=== Task ===
Report each line from the data below that holds the word "True".

*** Opening of Provided records ***

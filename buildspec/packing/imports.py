"""Whether everything that the app imports and opens would be on a device.

Two looks, since each misses something. The files of the staged tree are read: every import statement in them, so
that those that only a device runs are seen too. And the app is run: the window tests' journeys go under
`packing.tracer`, which writes down what the app's own modules really imported and which of its files were opened.
"""

from __future__ import annotations

import contextlib
import importlib
import importlib.util
import json
import os
import subprocess
import sys
from pathlib import Path
from typing import TYPE_CHECKING

from packaging.utils import canonicalize_name

from packing.spec import HERE, ROOT, Finding
from packing.staging import PACKAGES, file_of, imports_of, module_name

if TYPE_CHECKING:
    from collections.abc import Collection

    from packing.requirements import Resolved
    from packing.staging import Staged

CHECK = "imports"
JOURNEYS = ("tests/window/test_journeys.py",)
PYTEST_OPTIONS = ("-p", "no:cacheprovider", "-m", "window")
TRACE_VARIABLE = "HINGEWISE_TRACE"

NOT_ON_ANDROID = {
    "tkinter",
    "turtle",
    "turtledemo",
    "idlelib",
    "ensurepip",
    "test",
    "curses",
    "readline",
    "venv",
}
"""Parts of the standard library that python-for-android leaves out or Android cannot have."""
ON_THE_DEVICE = {"sys", "builtins", "__future__"} | (sys.stdlib_module_names - NOT_ON_ANDROID)


def source_of(module: str, staged: Collection[str], packages: Collection[str]) -> bool:
    """Whether a module would be found on the device: staged, from a requirement or of the standard library."""
    top = module.partition(".")[0]
    if top in PACKAGES:
        return module in staged
    return top in packages or top in ON_THE_DEVICE


def is_in_wheel(dotted: str) -> bool:
    """Whether a pure-Python package that is installed here has such a module, or such a name in a module."""
    module, _, name = dotted.rpartition(".")
    if not module:
        return True
    with contextlib.suppress(ModuleNotFoundError):
        if importlib.util.find_spec(dotted) is not None:
            return True
    try:
        return hasattr(importlib.import_module(module), name)
    except ModuleNotFoundError:
        return False


def check_statements(staged: Staged, resolved: Resolved) -> list[Finding]:
    """Read every import statement of the staged tree; one inside a function counts like any other."""
    modules, findings = staged.modules(), []
    for name in sorted(staged.sizes):
        if not name.endswith(".py"):
            continue
        for imported, line in imports_of(staged.folder / name, module_name(Path(name))):
            # "from a.b import c" gives a.b.c too: a name in a module, unless the project has such a module.
            is_name = imported.partition(".")[0] in PACKAGES and file_of(imported) is None
            if not is_name and not source_of(imported, modules, resolved.packages):
                text = f"{name} line {line} imports {imported}, which would not be there"
                findings.append(Finding(CHECK, text))
            brought_by = resolved.packages.get(imported.partition(".")[0], "")
            if canonicalize_name(brought_by) in resolved.wheels and not is_in_wheel(imported):
                text = f"{name} line {line} imports {imported}; {brought_by} has no such thing"
                findings.append(Finding(CHECK, text))
    return findings


def trace(environment: dict[str, str], report: Path) -> list[Finding]:
    """Run the journeys under the tracer; the report is written to `report`."""
    python_path = os.pathsep.join([str(HERE), *filter(None, [environment.get("PYTHONPATH")])])
    done = subprocess.run(
        [
            sys.executable,
            "-m",
            "pytest",
            "-q",
            "-p",
            "packing.tracer",
            "-p",
            "no:cacheprovider",
            "-m",
            "window",
            *JOURNEYS,
        ],
        cwd=ROOT,
        env={**environment, "PYTHONPATH": python_path, TRACE_VARIABLE: str(report)},
        capture_output=True,
        text=True,
        check=False,
    )
    if done.returncode != 0 or not report.exists():
        return [
            Finding(CHECK, f"the journeys did not run through:\n{done.stdout[-2000:]}{done.stderr[-1000:]}")
        ]
    return []


def check_trace(report: Path, staged: Staged, resolved: Resolved) -> list[Finding]:
    """Compare what the app imported and opened while it ran with what would be on the device."""
    told = json.loads(report.read_text(encoding="utf-8"))
    modules, findings = staged.modules(), []
    if not told["imports"] or not told["files"]:
        findings.append(Finding(CHECK, "the trace is empty: the journeys did not open the app"))
    for imported, importers in sorted(told["imports"].items()):
        if not source_of(imported, modules, resolved.packages):
            findings.append(
                Finding(
                    CHECK, f"{', '.join(importers)} imported {imported} while running; it would not be there"
                )
            )
    findings += [
        Finding(CHECK, f"the app opened {name} while running; it is not staged")
        for name in sorted(told["files"])
        if name not in staged.sizes
    ]
    return findings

*** Close of Provided records ***

=== Result for this exercise ===
        return True
            return True
        capture_output=True,
        text=True,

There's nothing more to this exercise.